- TASK OBJECTIVE
Which lines of the entries below run from the one holding "(CAPACITY, least recently" to the one holding "# to plugs.", inclusive? Set down exactly those lines and no others.

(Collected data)
package report

// The treadmill side of the report: the belt speed over the run, drawn
// under the other time plots, with each perturbation pulse marked where it
// started.

import (
	"fmt"
	"html/template"
	"image/color"
	"math"
	"strings"

	"gonum.org/v1/plot/vg"

	"gaitrig/record"
)

// beltView is what the page shows of a treadmill belt.
type beltView struct {
	on     bool      // the terrain has a belt
	speed  []float64 // belt_speed_mps per tick, aligned with view.t
	pulses []beltPulseMark
}

// beltPulseMark is one perturbation: when it starts and by how much.
type beltPulseMark struct {
	start, delta float64
}

// hasBelt reports whether the manifest's terrain has a belt segment.
func hasBelt(p *record.Plant) bool {
	if p == nil {
		return false
	}
	for _, s := range p.Terrain.Segments {
		if s.Belt {
			return true
		}
	}
	return false
}

// event takes the loop's belt_pulse lines (a pulse scheduled, with its
// start time and size).
func (b *beltView) event(e *record.Event) {
	if e.Kind != "belt_pulse" {
		return
	}
	start, ok := e.Values["start_s"]
	if !ok || math.IsNaN(start) || math.IsInf(start, 0) {
		return
	}
	b.pulses = append(b.pulses, beltPulseMark{start: start, delta: e.Values["delta_mps"]})
}

// colPulse marks perturbations: an orange that is neither foot's colour.
var colPulse = color.RGBA{R: 0xd9, G: 0x5f, B: 0x02, A: 0xff}

// beltFigure is the belt speed plot, or false for a run without a belt.
func beltFigure(v *view, w, h vg.Length, maxPoints int) (figure, bool, error) {
	if !v.belt.on || len(v.t) == 0 || len(v.belt.speed) != len(v.t) {
		return figure{}, false, nil
	}
	title := "Treadmill belt speed"
	lo, hi := span(v.belt.speed)
	if !(hi > lo) {
		lo, hi = lo-0.1, hi+0.1
	}
	lines := []line{{label: "belt speed", x: v.t, y: v.belt.speed, color: colLeft, width: vg.Points(1.2)}}
	var marks []string
	for i, p := range v.belt.pulses {
		label := ""
		if i == 0 {
			label = "pulse start"
		}
		lines = append(lines, line{label: label, x: []float64{p.start, p.start}, y: []float64{lo, hi}, color: colPulse, dashed: true})
		marks = append(marks, fmt.Sprintf("%s s (%+.3g m/s)", FormatNumber(p.start), p.delta))
	}
	pl, st, err := linePlot(title, "time (s)", "speed (m/s)", lines, maxPoints)
	if err != nil {
		return figure{}, false, err
	}
	svg, err := renderSVG(pl, w, h, "plot-belt-speed", title)
	if err != nil {
		return figure{}, false, err
	}
	caption := "Speed of the belt surface, positive when it runs backward (as a treadmill runs under a walker facing forward). "
	if len(marks) > 0 {
		caption += "Dashed: perturbation pulses starting at " + strings.Join(marks, ", ") + ". "
	}
	return figure{ID: "plot-belt-speed", Title: title, Caption: caption + st.caption(), SVG: template.HTML(svg)}, true, nil
}

// stickBelt is a treadmill belt as the heel-strike strip draws it: its
// rear and front ends (the rollers), world coordinates in m.
type stickBelt struct {
	rear, front [2]float64
}

// beltEndsOf lays out the manifest's terrain from its start and returns
// the belt segment's ends, or nil without a belt (or a terrain the report
// cannot place).
func beltEndsOf(p *record.Plant) *stickBelt {
	if p == nil {
		return nil
	}
	x, y := p.Terrain.StartM[0], p.Terrain.StartM[1]
	for _, s := range p.Terrain.Segments {
		if !(s.LengthM > 0) {
			return nil
		}
		dx, dy := s.LengthM*math.Cos(s.SlopeRad), s.LengthM*math.Sin(s.SlopeRad)
		if s.Belt {
			return &stickBelt{rear: [2]float64{x, y}, front: [2]float64{x + dx, y + dy}}
		}
		x, y = x+dx, y+dy
	}
	return nil
}
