"""What a process derived from the plugs table, reused until a plug changes.

The parts counter ranks the candidate designs of a head once (the grouping query over
100,000 plugs and the engine's checks cost tens of milliseconds) and answers every later
page from that ranking. `cached(session, key, build)` keeps such values, one cache per
database in each process (`db.Database` hands it to its sessions), under the caller's
key and the plugs table's generation.

Why a reused value is never older than the plugs it answers for, with any number of
worker processes and on SQLite or PostgreSQL:

1. The database counts every change to plugs itself: triggers raise the `plugs` row of
   `table_generations` in the same transaction as the change (migration 0004), whatever
   made it: a request to another worker, an import, a script. A committed change is
   visible together with its new generation, or not at all.
2. `cached` reads the generation first, and only then (if it has to build) the plugs.
   Each statement sees every transaction committed before it starts (SQLite outside a
   write transaction, PostgreSQL in READ COMMITTED or stricter), so what the build reads
   is at least as new as the generation it is filed under. If a change commits in
   between, the value is newer than its generation says; the next request reads the
   new generation, finds nothing filed under it and builds again.
3. A value is filed under the generation its request read, and is returned only to a
   request that read the same generation. Every change moves the number, so a value
   built before a change is never returned after it. Values of other generations are
   dropped when a request reads a generation other than the last one seen.

The only extra cost is one primary-key read per request. Entries are bounded
(CAPACITY, least recently used first out), and safe to share between the threads of a
gthread worker.
"""
from __future__ import annotations

import threading
from collections import OrderedDict
from collections.abc import Callable, Hashable
from typing import Any, TypeVar

from sqlalchemy.orm import Session

from service.store import repository

T = TypeVar("T")

# Entries per process: one per (head, options, filters) asked for since the last change
# to plugs. A ranking of one thread and seat over 100,000 plugs in 5,000 designs holds
# about 1,000 designs (some 1.5 MB with their results), so 32 entries stay far below
# the memory of a worker.
CAPACITY = 32
SESSION_INFO_KEY = "plugfit.plug_cache"


class Memo:
    """At most `capacity` values by key, the least recently used out first. Safe to share
    between threads: a value is built outside the lock, so two threads may build the
    same value at once; both are equal and either is kept."""

    def __init__(self, capacity: int) -> None:
        self.capacity = capacity
        self._lock = threading.Lock()
        self._entries: OrderedDict[Hashable, Any] = OrderedDict()

    def get_or_build(self, key: Hashable, build: Callable[[], T]) -> T:
        with self._lock:
            value = self._entries.get(key)
            if value is not None:
                self._entries.move_to_end(key)
                return value
        value = build()
        with self._lock:
            self._entries[key] = value
            while len(self._entries) > self.capacity:
                self._entries.popitem(last=False)
        return value

    def clear(self) -> None:
        with self._lock:
            self._entries.clear()

    def __len__(self) -> int:
        return len(self._entries)


class PlugCache:
    """Values filed under the caller's key and the plugs table's generation."""

    def __init__(self, capacity: int = CAPACITY) -> None:
        self._memo = Memo(capacity)
        self._generation: int | None = None

    def get_or_build(self, generation: int | None, key: Hashable, build: Callable[[], T]) -> T:
        """The value filed under `key` at `generation`, else `build()`, filed there.
        `generation` None: never reused."""
        if generation is None:
            return build()
        if generation != self._generation:  # plugs changed: nothing kept is of use any more
            self._generation = generation
            self._memo.clear()
        return self._memo.get_or_build((generation, key), build)

    def __len__(self) -> int:
        return len(self._memo)


def cached(session: Session, key: Hashable, build: Callable[[], T]) -> T:
    """`build()`, or what it returned before for `key` if no plug has changed since.

    Sessions of `db.Database` carry its cache; any other session (a command that made
    its own) builds every time."""
    cache: PlugCache | None = session.info.get(SESSION_INFO_KEY)
    if cache is None:
        return build()
    generation = repository.plugs_generation(session)  # before the build reads any plug
    return cache.get_or_build(generation, key, build)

- TASK ANSWER
(CAPACITY, least recently used first out), and safe to share between the threads of a
gthread worker.
"""
from __future__ import annotations

import threading
from collections import OrderedDict
from collections.abc import Callable, Hashable
from typing import Any, TypeVar

from sqlalchemy.orm import Session

from service.store import repository

T = TypeVar("T")

# Entries per process: one per (head, options, filters) asked for since the last change
# to plugs. A ranking of one thread and seat over 100,000 plugs in 5,000 designs holds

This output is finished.